Early Radio Training

Waco Times-Herald
October 13, 1935

Untrodden Field is Being Explored by Baylor Class

Few Textbooks on Radio Speaking, So Paul Baker and His Students Go on Their Own

With only 10 or 20 books so far written in the United States on radio, Paul Baker and his radio speech class of 22 at Baylor university are having to make their rules as they proceed on what to do to be a radio success.

"Some of the people who are having radio careers now know what they're doing and why they please audiences," says Baker, "but most of them don't. The general rule is, try out and if you have a good speaking voice, go on with your career. If you don't, stop. We want to find out what makes pleasing voices, how to train them, and what to do after we get them."

Consequently, he is having all 22 students write skits, chiefly concerned with the humor, drama and sweep of college life and these are presented in the old Baylor chapel -- the one practically forgotten on the third floor of the main building, one of the cupolaed oldest buildings on the campus.
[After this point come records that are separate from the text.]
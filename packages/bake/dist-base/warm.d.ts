/**
 * `@lightkiln/bake/warm`: starts the process-wide pool's workers and their kernel warm-up now, before the
 * caller loads the rest of the bake (a command line tool calls it first thing, so thread start-up and the
 * workers' module compilation overlap its own module loading, input reading and decoding). A bake made
 * afterwards with the same thread count (createBaker({ threads })) uses these workers.
 */
/** threads: as createBaker's (undefined = every core); 0 does nothing. Best effort, never throws. */
export declare function warmSharedPool(threads: number | undefined): void;
//# sourceMappingURL=warm.d.ts.map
Until a few years ago, this auditorium -- once large enough to accommodate the entire student body, now scarcely able to hold a fraction of it -- had old-fashioned mottoes in Latin painted on the walls, gravely informing students that "dulce et decorum est mori pro patria" and reminding them that Baylor was "pro eccesia, pro Texana."

Baker had a decorator from New York suggest plans for refinishing the auditorium. The class furnishes its own performers, skits, audience and critics in programs broadcast no further than the auditorium now, but later will broadcast by remote control from station WACO.